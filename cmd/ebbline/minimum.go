package main

import (
	"fmt"

	"ebbline/pva"
	"ebbline/pva/sweep"
	"ebbline/pva/sweep/ledger"
	"ebbline/reports"
	"ebbline/reports/text"
	"ebbline/reports/tidy"

	"github.com/spf13/cobra"
)

type minimumOptions struct {
	caseInput
	outputs
	longRun
}

func newMinimum(a *app) *cobra.Command {
	o := &minimumOptions{}
	cmd := &cobra.Command{
		Use:   "minimum CASE",
		Short: "Find the minimum viable size",
		Long: `Searches for the smallest start (or capacity, or both: minimum.vary) whose risk
of falling is at most minimum.risk within minimum.horizon. "None up to N" and
"already viable at the smallest size" are answers, not errors.

What is finished is kept in a ledger, as in ebbline sweep.

` + statusHelp,
		Example: `  ebbline minimum --example upland-goat
  ebbline minimum goat.toml --set minimum.vary=start --set minimum.to=500`,
		Args: cobra.MaximumNArgs(1),
		RunE: func(_ *cobra.Command, args []string) error { return a.minimum(o, args) },
	}
	o.caseInput.addFlags(cmd.Flags())
	o.outputs.addFlags(cmd.Flags())
	o.longRun.addFlags(cmd.Flags())
	return cmd
}

func (a *app) minimum(o *minimumOptions, args []string) error {
	c, name, err := o.read(args)
	if err != nil {
		return err
	}
	if err := o.longRun.check(); err != nil {
		return err
	}
	study, sizes, err := sweep.NewMinimum(c)
	if err != nil {
		return badInput{fmt.Errorf("%s: %w", name, err)}
	}
	book := reportPath(o.book, name, "-minimum")
	if err := o.checkFiles(book, c, name, "search.csv"); err != nil {
		return err
	}
	opt := o.options("minimum", name, "-minimum", c)
	opt.Restart = o.force && !o.resume
	if err := notForeign(opt.Ledger); err != nil {
		return err
	}
	ctx, stop := a.interruptible()
	defer stop()
	bar := &stages{w: a.errs, quiet: o.quiet}
	defer bar.finish()
	opt.Progress = bar.progress
	runner, err := sweep.Open(study, opt)
	if err != nil {
		return ledgerError(err)
	}
	defer runner.Close()
	a.tellDamage(runner)
	found, err := runner.Smallest(ctx, sizes, sweep.SearchOptions{NoExact: o.noExact, Most: o.mostOf(c)})
	bar.finish()
	if err != nil {
		return stoppedSearch(ctx, err, opt.Ledger)
	}
	doc, err := tidy.MinimumJSON(study, sizes, found, pva.Version)
	if err != nil {
		return err
	}
	tables := map[string][]byte{}
	if o.csv != "" {
		if tables["search.csv"], err = tidy.TraceCSV(found); err != nil {
			return err
		}
	}
	report := reports.BuildMinimum(study, sizes, found, meta(c, name, "minimum", o.example))
	if err := o.writeFiles(a, report, book, doc, tables); err != nil {
		return stoppedSearch(ctx, err, opt.Ledger)
	}
	if !o.quiet {
		a.say(o.json == "-", text.Minimum(study, sizes, found, name)+"Report: "+book+"\n")
	}
	if err := runner.Close(); err != nil {
		return err
	}
	if o.ledger == "" {
		return ledger.Remove(opt.Ledger)
	}
	return nil
}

• **Work order**: Scan the entries above for the string "Flags" and copy each line containing it.

• **Expected output**:
	o.caseInput.addFlags(cmd.Flags())
	o.outputs.addFlags(cmd.Flags())
	o.longRun.addFlags(cmd.Flags())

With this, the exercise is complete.